I don't disagree. It can be hard to find activities which are popular with
both sexes. I don't really know what to tell you, except that, I'm sorry you
didn't luck out in being interested in any of those activities. I would
suggest trying to develop a taste for other activities, but I don't think its
in my place to ask you to do anything :). I am after all a stranger on the
internet.

> I've spent plenty of time in coffee shops. I've had a number of first dates
> there too. I have never seen anyone introduce themselves to someone in a
> coffee shop, unless it was obvious that they were planning to meet there.
> Instead, most people I see there are busy: they're either with a friend(s),
> or they're busy working on their computer. They're not there to get picked
> up. If I were a woman, I'd be annoyed if I couldn't go to a coffee shop and
> relax without a bunch of men hitting on me.
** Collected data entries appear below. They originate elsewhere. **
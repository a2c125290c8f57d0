// Read a JSON settings file (same keys as AnalysisSettings, any subset) into validated overrides.
import type { BoundaryMethod } from '../model';
import { BatchOptionError } from './option-error';
import type { SettingsOverrides } from './parse-flags';

type Check = (value: unknown) => boolean;
const isNum: Check = (v) => typeof v === 'number' && Number.isFinite(v);
const isPos: Check = (v) => isNum(v) && (v as number) > 0;
const isCount: Check = (v) => Number.isInteger(v) && (v as number) >= 0;
const isChannel: Check = (v) => (Number.isInteger(v) && (v as number) >= 1) || (typeof v === 'string' && v.trim() !== '');
const among = (...allowed: unknown[]): Check => (v) => allowed.includes(v);
const METHODS: readonly BoundaryMethod[] = ['logistic', 'half-max', 'threshold'];

/** What each top-level key must be, as [check, wording of the rule]. */
const TOP: Record<string, [Check, string]> = {
  gradientChannel: [isChannel, 'a channel number (1-based) or a channel name'],
  boundaryChannels: [(v) => Array.isArray(v) && v.every(isChannel), 'a list of channel numbers (1-based) or names'],
  pixelSizeUm: [(v) => v === null || isPos(v), 'a positive number (µm per pixel) or null'],
  projection: [among('max', 'mean', 'sum', 'slice'), '"max", "mean", "sum" or "slice"'],
  sliceIndex: [(v) => v === null || isCount(v), 'a 0-based slice number or null'],
  fitRangeEl: [(v) => Array.isArray(v) && v.length === 2 && v.every(isNum) && v[0] >= 0 && v[0] < v[1] && v[1] <= 1,
    'two numbers [a, b] with 0 ≤ a < b ≤ 1'],
  anterior: [among('auto', 'high', 'low'), '"auto", "high" or "low"'],
  boundaryMethods: [(v) => Array.isArray(v) && v.length > 0 && v.every((m) => METHODS.includes(m as BoundaryMethod)),
    'a non-empty list of "logistic", "half-max", "threshold"'],
  boundaryThresholdFraction: [(v) => isNum(v) && (v as number) > 0 && (v as number) < 1, 'a number between 0 and 1'],
  timeIndex: [isCount, 'a 0-based time point number'],
};

const PROFILE: Record<string, [Check, string]> = {
  mode: [among('edge', 'axis'), '"edge" or "axis"'],
  edgeSide: [among('dorsal', 'ventral', 'both'), '"dorsal", "ventral" or "both"'],
  dorsalSide: [among('left', 'right'), '"left" or "right"'],
  edgeDepthUm: [isPos, 'a positive number of µm'],
  axisWidthUm: [isPos, 'a positive number of µm'],
  binCount: [(v) => Number.isInteger(v) && (v as number) >= 10 && (v as number) <= 2000, 'a whole number from 10 to 2000'],
};

const isRegion: Check = (v) => v === null || (typeof v === 'object' && ['x', 'y', 'width', 'height']
  .every((k) => isCount((v as Record<string, unknown>)[k])) && (v as { width: number }).width > 0 && (v as { height: number }).height > 0);
const BACKGROUND: Record<string, [Check, string]> = {
  mode: [among('outside', 'region', 'none'), '"outside", "region" or "none"'],
  regionPx: [isRegion, 'null or { x, y, width, height } in whole pixels'],
};

function checkGroup(obj: unknown, rules: Record<string, [Check, string]>, label: string, prefix: string): Record<string, unknown> {
  if (typeof obj !== 'object' || obj === null || Array.isArray(obj)) {
    throw new BatchOptionError(`${label}: ${prefix ? `"${prefix.slice(0, -1)}"` : 'the file'} must be a JSON object`);
  }
  for (const [key, value] of Object.entries(obj)) {
    const rule = rules[key];
    if (!rule) throw new BatchOptionError(`${label}: unknown setting "${prefix}${key}"`);
    if (!rule[0](value)) throw new BatchOptionError(`${label}: "${prefix}${key}" must be ${rule[1]}`);
  }
  return obj as Record<string, unknown>;
}

/** Validate a parsed settings JSON object; `label` (the file name) starts every error message. */
export function settingsFromConfig(json: unknown, label: string): SettingsOverrides {
  const rules = { ...TOP, profile: [() => true, ''] as [Check, string], background: [() => true, ''] as [Check, string] };
  const obj = checkGroup(json, rules, label, '');
  const out: Record<string, unknown> = { ...obj };
  if ('profile' in obj) out.profile = { ...checkGroup(obj.profile, PROFILE, label, 'profile.') };
  if ('background' in obj) out.background = { ...checkGroup(obj.background, BACKGROUND, label, 'background.') };
  return out as SettingsOverrides;
}

/** Parse settings JSON text; bad JSON gives a one-line message naming the file. */
export function parseConfigText(text: string, label: string): SettingsOverrides {
  let json: unknown;
  try {
    json = JSON.parse(text);
  } catch (e) {
    throw new BatchOptionError(`${label}: not valid JSON (${(e as Error).message.split('\n')[0]})`);
  }
  return settingsFromConfig(json, label);
}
I agree here as well. If you read my other comment, you will see that most of
my interactions are incidental, not forced. Its hard to explain, but you have
to develop a certain social awareness and curiosity.

------
criddell
I think he actually found the love of his life and hasn't realized it. Turns
out, it's a Python script.

------
projectramo
151st date is the charm.

This is a bit like living in NYC for both parties: there is so much volume
that you can't get past the first minor disappointment.

I think the volume prevents you from focusing on one person to figure out what
you want.

You might want to focus some kind of algo on the second part of the dating:
selection.

Don't just go on your gut or how you felt after the date. You need multiple
dates to figure that out.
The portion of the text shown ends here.